Task details.
Pick every line from the data below that contains the string "MaxBody" and copy it.

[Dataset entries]
== == ==

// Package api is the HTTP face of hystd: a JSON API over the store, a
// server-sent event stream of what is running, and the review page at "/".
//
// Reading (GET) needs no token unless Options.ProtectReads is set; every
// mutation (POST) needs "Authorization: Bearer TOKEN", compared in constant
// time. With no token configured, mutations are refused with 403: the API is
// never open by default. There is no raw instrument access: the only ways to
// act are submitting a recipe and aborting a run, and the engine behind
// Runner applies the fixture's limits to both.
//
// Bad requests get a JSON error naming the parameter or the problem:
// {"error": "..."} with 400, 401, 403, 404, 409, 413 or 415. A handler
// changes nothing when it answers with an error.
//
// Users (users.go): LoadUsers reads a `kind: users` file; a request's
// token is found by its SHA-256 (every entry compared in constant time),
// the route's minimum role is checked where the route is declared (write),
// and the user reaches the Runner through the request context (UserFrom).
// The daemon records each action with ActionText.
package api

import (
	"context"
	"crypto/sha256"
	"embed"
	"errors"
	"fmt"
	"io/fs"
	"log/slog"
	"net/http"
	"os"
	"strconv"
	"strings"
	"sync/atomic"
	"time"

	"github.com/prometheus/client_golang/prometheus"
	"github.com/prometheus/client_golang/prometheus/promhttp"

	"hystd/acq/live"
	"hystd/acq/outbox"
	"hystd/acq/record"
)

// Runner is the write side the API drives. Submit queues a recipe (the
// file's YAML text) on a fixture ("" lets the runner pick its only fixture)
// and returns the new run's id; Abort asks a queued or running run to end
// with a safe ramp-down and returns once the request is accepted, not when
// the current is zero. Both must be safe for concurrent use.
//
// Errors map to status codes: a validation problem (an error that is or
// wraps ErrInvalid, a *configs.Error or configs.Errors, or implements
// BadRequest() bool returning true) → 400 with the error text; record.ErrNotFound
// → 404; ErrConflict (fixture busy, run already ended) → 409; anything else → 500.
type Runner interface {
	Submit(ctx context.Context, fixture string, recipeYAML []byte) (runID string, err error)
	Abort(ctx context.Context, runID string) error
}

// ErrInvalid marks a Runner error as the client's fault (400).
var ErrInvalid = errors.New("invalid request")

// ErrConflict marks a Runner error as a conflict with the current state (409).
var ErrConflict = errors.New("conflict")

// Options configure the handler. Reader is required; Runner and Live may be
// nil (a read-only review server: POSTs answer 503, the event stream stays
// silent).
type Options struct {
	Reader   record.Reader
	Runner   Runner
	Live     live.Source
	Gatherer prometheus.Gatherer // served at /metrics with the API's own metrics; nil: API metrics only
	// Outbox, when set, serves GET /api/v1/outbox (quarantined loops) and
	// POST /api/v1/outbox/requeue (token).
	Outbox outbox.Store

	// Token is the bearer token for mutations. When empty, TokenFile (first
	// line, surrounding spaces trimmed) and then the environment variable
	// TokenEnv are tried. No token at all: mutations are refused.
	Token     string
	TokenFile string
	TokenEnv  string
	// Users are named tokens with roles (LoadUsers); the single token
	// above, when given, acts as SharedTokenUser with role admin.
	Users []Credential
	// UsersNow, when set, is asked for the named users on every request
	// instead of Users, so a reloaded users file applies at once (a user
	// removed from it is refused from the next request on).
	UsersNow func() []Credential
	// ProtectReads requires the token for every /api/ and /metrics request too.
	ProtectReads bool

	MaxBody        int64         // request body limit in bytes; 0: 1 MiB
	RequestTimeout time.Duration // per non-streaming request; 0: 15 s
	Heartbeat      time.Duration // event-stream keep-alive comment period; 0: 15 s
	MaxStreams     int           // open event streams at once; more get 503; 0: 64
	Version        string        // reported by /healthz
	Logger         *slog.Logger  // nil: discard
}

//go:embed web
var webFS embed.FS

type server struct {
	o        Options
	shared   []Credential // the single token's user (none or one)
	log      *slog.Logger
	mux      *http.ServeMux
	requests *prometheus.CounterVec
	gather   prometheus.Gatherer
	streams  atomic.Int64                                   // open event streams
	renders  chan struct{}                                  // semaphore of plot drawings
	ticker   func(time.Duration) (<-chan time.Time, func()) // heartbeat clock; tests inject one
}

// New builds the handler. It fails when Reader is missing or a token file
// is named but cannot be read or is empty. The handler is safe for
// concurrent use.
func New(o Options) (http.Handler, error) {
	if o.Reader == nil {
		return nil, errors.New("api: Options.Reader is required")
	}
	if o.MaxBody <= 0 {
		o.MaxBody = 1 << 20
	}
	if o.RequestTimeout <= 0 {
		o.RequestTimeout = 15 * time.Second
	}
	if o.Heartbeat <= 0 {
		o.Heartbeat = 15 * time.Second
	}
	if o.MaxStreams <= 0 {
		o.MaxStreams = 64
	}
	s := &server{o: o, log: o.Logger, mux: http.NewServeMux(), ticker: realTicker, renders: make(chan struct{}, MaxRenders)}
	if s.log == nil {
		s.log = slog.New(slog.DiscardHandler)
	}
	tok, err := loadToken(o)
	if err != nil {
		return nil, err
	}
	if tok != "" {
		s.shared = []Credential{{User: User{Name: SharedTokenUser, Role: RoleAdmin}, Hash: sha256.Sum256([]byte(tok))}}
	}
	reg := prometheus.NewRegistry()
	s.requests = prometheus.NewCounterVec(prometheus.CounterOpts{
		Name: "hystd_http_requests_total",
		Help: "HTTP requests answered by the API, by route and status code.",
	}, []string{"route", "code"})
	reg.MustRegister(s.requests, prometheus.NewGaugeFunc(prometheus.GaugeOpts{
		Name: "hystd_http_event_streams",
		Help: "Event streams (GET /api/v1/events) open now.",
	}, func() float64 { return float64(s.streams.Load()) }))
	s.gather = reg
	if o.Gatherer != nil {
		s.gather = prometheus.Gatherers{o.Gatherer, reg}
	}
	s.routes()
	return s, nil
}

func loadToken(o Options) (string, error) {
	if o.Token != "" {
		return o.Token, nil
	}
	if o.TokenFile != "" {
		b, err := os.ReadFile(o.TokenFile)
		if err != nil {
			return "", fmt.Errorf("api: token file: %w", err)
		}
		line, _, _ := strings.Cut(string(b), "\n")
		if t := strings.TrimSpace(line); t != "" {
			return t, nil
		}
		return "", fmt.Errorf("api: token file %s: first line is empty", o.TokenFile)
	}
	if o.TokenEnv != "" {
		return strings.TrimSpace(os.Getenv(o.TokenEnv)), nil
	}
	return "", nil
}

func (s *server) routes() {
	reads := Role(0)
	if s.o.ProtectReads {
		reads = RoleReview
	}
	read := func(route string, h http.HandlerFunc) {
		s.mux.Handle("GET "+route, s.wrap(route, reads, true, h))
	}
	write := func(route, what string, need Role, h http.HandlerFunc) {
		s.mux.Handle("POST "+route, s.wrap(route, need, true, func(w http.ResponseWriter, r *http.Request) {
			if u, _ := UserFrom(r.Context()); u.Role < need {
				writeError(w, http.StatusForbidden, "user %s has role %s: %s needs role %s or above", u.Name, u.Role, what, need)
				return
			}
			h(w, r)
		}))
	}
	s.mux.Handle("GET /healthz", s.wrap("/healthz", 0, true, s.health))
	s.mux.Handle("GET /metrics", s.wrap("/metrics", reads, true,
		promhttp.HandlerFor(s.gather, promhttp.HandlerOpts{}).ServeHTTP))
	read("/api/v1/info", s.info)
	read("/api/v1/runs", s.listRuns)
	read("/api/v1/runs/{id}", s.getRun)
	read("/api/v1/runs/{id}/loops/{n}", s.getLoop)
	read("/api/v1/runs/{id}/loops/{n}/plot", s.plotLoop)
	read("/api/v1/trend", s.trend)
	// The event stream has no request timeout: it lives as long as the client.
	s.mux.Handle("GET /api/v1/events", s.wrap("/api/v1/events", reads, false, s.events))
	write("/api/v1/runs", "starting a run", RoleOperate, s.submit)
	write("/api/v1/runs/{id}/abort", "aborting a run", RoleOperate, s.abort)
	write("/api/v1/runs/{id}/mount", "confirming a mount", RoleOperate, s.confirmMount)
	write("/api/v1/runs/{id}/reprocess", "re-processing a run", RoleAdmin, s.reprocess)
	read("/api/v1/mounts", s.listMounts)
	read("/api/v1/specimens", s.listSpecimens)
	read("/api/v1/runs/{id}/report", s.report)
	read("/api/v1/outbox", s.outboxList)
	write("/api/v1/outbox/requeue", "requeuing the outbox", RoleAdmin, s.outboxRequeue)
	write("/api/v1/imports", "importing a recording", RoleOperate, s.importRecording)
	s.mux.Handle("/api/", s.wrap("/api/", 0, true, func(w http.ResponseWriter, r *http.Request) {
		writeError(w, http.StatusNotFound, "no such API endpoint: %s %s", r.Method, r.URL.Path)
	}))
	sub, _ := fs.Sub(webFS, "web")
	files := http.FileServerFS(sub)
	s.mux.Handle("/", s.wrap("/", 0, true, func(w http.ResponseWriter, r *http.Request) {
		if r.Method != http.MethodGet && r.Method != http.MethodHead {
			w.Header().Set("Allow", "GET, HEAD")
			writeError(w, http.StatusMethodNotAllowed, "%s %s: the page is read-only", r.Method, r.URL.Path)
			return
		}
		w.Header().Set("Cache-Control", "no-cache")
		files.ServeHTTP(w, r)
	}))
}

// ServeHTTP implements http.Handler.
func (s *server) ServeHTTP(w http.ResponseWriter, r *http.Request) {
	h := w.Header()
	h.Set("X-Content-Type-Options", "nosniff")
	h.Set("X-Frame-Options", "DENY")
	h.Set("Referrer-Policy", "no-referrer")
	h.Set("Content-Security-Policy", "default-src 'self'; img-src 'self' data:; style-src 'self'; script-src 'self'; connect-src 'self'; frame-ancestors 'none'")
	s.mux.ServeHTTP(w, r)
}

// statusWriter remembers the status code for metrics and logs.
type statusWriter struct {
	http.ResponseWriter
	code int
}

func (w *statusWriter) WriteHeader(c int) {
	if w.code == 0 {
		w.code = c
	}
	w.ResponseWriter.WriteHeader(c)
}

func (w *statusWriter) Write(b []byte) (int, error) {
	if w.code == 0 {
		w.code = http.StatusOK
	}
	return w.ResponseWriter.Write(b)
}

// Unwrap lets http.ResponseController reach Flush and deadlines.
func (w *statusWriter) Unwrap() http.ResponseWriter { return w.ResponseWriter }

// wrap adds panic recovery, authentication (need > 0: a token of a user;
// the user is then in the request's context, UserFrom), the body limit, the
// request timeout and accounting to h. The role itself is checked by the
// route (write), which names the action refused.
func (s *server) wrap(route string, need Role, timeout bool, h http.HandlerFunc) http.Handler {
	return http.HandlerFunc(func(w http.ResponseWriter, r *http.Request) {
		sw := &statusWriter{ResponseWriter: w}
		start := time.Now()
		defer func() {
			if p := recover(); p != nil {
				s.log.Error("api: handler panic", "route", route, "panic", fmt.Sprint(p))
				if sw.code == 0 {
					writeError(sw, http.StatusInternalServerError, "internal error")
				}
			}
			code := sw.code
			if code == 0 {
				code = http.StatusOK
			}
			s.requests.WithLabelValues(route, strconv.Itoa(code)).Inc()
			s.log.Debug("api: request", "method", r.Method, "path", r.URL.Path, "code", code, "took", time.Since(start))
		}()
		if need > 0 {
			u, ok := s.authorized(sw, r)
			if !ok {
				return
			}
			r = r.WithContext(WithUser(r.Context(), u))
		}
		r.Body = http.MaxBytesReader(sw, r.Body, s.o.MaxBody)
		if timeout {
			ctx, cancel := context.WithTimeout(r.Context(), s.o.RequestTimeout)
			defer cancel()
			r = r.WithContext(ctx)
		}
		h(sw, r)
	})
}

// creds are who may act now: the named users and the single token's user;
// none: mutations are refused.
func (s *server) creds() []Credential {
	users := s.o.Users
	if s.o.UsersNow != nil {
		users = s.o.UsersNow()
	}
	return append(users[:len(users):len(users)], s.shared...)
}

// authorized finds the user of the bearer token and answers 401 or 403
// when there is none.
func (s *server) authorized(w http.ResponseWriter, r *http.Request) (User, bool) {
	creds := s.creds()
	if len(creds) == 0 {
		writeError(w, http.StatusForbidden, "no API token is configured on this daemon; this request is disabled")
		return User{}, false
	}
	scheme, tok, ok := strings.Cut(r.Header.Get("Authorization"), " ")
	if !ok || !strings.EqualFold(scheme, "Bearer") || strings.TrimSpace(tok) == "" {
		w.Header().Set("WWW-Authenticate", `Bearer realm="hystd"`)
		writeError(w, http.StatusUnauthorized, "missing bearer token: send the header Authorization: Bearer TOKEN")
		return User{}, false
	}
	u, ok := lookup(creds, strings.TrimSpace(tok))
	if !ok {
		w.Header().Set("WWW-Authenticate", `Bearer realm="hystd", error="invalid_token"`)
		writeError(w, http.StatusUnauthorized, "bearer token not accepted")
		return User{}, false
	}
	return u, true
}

== == ==

Result of this exercise.
	MaxBody        int64         // request body limit in bytes; 0: 1 MiB
	if o.MaxBody <= 0 {
		o.MaxBody = 1 << 20
		r.Body = http.MaxBytesReader(sw, r.Body, s.o.MaxBody)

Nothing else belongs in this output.